(What to produce)
Your task is to work out how many lines in the data include the word "writeAnalysis". Reply with the number alone.

(Source data)
Segment Open
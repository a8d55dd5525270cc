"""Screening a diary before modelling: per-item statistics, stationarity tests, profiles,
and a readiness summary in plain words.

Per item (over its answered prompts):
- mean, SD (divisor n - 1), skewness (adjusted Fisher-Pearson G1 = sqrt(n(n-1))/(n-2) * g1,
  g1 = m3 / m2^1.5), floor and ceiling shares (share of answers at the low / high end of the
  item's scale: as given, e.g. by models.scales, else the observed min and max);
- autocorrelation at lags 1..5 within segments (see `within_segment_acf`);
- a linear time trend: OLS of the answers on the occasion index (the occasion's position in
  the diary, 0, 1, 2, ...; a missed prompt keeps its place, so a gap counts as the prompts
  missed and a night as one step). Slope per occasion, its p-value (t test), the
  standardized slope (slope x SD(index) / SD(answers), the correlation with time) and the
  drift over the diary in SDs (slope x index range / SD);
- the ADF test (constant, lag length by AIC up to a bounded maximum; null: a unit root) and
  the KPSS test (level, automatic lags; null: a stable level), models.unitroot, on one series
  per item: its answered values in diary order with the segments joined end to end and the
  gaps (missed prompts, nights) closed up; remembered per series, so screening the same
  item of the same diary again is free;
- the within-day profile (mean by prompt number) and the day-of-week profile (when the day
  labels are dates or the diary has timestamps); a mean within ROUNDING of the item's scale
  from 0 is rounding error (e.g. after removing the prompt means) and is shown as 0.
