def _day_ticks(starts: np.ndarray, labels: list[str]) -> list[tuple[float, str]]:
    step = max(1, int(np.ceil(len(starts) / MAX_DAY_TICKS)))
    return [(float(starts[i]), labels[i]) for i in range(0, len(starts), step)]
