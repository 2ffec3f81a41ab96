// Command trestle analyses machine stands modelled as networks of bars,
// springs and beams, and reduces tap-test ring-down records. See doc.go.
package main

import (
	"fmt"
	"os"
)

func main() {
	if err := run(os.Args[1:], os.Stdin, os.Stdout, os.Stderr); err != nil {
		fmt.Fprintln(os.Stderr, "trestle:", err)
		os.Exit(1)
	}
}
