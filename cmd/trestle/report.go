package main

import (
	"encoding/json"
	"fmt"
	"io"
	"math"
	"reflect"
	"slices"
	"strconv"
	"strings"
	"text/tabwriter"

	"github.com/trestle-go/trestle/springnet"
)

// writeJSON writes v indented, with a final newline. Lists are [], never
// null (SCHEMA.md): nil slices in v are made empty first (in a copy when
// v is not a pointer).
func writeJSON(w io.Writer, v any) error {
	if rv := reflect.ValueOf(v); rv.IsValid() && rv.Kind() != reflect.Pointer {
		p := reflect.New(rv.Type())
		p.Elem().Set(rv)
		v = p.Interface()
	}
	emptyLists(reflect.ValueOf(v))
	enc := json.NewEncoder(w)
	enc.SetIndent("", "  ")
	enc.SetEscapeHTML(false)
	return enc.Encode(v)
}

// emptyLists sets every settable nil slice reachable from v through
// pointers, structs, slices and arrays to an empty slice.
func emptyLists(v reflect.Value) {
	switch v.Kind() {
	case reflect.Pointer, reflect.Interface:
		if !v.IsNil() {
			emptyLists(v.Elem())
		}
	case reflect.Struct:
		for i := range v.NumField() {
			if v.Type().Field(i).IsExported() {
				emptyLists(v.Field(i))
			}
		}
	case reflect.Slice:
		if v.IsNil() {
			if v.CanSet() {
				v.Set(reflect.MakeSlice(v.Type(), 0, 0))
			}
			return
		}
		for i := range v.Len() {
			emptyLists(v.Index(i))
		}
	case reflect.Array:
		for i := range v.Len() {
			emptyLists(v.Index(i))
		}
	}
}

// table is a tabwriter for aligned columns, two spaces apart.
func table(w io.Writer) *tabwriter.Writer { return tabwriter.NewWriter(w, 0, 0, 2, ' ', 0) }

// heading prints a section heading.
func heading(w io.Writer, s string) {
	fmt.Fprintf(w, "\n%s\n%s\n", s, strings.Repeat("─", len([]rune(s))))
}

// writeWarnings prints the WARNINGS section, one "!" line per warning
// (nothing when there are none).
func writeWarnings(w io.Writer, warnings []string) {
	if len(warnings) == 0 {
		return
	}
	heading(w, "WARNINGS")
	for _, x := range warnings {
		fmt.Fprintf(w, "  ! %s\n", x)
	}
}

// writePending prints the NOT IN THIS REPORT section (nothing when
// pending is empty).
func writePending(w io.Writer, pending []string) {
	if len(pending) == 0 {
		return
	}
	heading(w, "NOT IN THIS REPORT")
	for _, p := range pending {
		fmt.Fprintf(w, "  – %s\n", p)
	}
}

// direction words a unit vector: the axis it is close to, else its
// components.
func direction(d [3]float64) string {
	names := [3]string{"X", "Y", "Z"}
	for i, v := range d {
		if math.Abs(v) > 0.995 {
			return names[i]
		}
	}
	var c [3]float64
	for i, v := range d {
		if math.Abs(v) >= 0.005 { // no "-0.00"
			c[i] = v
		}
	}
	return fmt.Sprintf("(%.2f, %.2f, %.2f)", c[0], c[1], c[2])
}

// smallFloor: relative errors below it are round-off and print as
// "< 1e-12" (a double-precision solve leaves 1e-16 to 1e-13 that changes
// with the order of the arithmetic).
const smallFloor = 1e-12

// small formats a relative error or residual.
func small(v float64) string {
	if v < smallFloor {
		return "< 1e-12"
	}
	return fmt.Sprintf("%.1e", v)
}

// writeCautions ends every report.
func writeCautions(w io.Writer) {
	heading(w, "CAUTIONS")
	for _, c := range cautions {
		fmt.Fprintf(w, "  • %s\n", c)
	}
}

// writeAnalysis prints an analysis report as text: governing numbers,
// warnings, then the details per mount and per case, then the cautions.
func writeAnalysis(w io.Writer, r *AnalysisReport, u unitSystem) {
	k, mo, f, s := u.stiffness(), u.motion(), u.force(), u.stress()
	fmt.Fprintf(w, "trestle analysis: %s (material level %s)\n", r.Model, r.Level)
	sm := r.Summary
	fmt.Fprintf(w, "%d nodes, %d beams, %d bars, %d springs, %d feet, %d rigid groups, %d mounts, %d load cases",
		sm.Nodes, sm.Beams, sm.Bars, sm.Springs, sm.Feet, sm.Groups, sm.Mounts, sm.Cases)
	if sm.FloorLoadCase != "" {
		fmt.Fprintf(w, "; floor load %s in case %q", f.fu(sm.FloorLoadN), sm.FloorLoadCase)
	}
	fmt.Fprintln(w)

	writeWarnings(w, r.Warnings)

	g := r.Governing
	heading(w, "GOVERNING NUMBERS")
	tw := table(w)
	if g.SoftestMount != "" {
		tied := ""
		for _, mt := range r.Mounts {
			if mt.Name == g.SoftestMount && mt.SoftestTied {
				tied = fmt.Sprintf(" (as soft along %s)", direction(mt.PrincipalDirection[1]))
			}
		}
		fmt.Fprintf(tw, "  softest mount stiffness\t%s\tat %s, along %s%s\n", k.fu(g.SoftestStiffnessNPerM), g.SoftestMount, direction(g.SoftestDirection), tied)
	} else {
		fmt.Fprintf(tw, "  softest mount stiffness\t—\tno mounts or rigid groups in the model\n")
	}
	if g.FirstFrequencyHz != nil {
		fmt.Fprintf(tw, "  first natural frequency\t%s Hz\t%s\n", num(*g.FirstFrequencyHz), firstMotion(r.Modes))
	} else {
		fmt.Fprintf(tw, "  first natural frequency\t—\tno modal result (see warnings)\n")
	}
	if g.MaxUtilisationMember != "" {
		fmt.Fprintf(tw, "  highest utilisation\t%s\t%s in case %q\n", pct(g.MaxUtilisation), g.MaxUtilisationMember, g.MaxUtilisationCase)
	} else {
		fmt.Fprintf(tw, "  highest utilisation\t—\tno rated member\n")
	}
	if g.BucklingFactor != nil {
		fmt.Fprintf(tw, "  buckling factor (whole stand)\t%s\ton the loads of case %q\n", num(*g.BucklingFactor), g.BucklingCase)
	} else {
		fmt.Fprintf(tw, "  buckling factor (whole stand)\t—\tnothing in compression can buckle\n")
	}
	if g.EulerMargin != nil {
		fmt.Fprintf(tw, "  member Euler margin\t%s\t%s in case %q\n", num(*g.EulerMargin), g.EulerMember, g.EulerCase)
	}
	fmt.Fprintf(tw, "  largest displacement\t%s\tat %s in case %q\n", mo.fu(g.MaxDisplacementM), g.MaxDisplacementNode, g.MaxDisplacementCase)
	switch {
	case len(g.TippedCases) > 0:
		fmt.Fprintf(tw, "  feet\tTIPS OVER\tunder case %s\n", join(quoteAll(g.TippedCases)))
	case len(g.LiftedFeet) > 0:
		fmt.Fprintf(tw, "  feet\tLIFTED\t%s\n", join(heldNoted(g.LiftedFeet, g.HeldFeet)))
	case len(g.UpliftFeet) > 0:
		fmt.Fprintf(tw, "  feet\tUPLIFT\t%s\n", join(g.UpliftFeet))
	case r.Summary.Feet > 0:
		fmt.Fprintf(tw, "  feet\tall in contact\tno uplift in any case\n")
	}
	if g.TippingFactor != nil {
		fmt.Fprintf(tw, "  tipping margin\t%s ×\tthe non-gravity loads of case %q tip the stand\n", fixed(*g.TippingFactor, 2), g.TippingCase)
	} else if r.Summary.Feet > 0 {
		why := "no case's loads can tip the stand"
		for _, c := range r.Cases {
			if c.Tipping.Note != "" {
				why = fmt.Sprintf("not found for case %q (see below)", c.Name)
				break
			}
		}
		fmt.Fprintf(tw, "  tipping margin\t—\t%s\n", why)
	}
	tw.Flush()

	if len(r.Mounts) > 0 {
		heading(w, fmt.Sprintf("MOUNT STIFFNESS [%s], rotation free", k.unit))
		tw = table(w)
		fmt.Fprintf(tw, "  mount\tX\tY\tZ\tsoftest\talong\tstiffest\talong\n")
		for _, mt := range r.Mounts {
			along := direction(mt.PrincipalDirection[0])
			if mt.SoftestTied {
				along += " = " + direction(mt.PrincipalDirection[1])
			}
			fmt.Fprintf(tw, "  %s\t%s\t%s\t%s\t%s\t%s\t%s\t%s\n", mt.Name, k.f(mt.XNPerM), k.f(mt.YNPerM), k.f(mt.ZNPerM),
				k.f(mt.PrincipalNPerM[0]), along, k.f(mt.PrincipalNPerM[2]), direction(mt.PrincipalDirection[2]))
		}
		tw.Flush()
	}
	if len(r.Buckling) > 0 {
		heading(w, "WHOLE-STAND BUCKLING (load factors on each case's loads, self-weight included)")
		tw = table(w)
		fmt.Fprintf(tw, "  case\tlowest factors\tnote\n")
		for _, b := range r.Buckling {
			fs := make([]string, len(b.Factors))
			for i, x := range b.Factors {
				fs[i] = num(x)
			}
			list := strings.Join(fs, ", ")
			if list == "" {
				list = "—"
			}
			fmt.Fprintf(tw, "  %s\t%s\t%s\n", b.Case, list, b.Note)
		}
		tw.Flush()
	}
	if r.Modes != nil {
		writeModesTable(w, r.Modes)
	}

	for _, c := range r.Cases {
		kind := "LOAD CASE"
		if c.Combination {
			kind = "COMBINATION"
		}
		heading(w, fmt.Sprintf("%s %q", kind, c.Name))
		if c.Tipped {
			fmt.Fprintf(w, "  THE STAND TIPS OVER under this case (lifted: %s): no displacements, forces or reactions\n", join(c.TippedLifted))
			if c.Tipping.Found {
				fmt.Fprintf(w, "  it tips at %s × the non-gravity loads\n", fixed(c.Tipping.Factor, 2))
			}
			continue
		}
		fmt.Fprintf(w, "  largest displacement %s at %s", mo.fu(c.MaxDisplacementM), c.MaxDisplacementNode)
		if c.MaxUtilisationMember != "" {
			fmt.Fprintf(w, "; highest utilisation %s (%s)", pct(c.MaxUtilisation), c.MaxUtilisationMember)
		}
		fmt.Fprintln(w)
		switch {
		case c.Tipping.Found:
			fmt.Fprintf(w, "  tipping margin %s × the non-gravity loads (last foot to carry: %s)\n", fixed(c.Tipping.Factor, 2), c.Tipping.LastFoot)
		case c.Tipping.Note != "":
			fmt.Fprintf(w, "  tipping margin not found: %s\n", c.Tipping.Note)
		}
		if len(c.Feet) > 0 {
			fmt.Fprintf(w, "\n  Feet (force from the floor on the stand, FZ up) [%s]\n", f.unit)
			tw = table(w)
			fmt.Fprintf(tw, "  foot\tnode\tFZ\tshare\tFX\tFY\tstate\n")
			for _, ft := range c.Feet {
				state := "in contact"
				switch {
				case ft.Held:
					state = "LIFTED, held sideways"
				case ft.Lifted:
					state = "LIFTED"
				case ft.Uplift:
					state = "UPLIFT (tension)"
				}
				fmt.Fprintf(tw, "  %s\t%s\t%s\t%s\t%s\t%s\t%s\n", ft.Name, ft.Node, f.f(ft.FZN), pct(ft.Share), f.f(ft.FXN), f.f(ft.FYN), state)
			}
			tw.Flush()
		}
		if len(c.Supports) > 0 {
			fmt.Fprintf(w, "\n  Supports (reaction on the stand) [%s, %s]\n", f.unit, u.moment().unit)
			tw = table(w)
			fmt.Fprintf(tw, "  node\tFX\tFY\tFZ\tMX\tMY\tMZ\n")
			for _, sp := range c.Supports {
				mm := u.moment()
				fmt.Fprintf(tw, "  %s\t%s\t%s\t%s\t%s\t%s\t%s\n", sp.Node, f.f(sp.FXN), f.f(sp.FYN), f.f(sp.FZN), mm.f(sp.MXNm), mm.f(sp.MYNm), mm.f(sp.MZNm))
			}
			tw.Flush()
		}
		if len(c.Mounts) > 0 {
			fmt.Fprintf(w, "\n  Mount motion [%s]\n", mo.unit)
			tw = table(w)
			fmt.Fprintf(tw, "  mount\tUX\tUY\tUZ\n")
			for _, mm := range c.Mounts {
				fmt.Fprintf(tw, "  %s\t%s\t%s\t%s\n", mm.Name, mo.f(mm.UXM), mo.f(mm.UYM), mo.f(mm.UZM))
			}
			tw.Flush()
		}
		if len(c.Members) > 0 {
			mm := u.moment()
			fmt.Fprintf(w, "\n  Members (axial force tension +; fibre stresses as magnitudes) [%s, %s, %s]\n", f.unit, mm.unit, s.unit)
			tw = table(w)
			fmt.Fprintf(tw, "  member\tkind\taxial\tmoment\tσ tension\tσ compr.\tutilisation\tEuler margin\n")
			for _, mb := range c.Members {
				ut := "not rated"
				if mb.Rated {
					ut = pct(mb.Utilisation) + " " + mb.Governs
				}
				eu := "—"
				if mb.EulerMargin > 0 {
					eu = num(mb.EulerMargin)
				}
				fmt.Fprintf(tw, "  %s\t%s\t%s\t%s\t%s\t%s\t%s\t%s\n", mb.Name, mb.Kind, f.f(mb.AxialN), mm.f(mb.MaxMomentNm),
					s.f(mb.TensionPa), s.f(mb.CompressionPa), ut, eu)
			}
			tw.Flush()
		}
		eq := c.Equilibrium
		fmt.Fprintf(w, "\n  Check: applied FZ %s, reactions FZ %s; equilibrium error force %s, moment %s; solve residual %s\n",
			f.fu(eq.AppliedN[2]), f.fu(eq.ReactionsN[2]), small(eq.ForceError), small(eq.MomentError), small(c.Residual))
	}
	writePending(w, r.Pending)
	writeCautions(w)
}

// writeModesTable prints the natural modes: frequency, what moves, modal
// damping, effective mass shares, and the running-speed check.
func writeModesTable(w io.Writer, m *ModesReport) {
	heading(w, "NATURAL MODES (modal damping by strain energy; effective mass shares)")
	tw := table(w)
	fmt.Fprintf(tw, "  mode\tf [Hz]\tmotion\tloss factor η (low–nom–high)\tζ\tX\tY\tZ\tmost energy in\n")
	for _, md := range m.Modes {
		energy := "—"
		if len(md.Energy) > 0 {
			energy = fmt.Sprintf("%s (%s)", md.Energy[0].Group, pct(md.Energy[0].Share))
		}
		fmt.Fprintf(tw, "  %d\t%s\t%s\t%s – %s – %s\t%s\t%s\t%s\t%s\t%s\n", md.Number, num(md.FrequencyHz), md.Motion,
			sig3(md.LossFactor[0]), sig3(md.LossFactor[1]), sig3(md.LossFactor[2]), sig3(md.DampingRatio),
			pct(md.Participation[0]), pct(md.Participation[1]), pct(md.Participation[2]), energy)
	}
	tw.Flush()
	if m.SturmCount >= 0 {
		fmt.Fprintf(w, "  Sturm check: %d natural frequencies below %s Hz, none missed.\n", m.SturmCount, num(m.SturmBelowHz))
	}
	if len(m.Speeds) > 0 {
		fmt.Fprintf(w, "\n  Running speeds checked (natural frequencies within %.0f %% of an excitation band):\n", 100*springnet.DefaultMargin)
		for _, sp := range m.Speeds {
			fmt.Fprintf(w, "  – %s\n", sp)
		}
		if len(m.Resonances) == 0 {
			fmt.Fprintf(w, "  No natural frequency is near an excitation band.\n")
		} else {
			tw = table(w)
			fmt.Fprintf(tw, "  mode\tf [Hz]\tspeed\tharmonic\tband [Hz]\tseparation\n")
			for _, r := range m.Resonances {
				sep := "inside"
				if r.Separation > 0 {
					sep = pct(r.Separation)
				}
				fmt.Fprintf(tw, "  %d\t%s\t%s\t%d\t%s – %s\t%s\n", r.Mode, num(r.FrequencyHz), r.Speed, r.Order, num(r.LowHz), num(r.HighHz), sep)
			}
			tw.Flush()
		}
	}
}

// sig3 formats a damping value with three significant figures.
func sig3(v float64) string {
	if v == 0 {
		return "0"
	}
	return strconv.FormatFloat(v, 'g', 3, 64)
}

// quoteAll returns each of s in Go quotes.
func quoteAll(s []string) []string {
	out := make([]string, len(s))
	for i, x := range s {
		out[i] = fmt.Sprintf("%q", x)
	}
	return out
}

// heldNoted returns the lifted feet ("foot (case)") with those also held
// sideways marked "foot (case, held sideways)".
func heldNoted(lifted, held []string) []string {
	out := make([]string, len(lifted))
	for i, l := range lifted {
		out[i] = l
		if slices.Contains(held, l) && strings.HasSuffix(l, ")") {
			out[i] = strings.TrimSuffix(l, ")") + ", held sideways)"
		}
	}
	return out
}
Segment Closed
(Result of this task)
2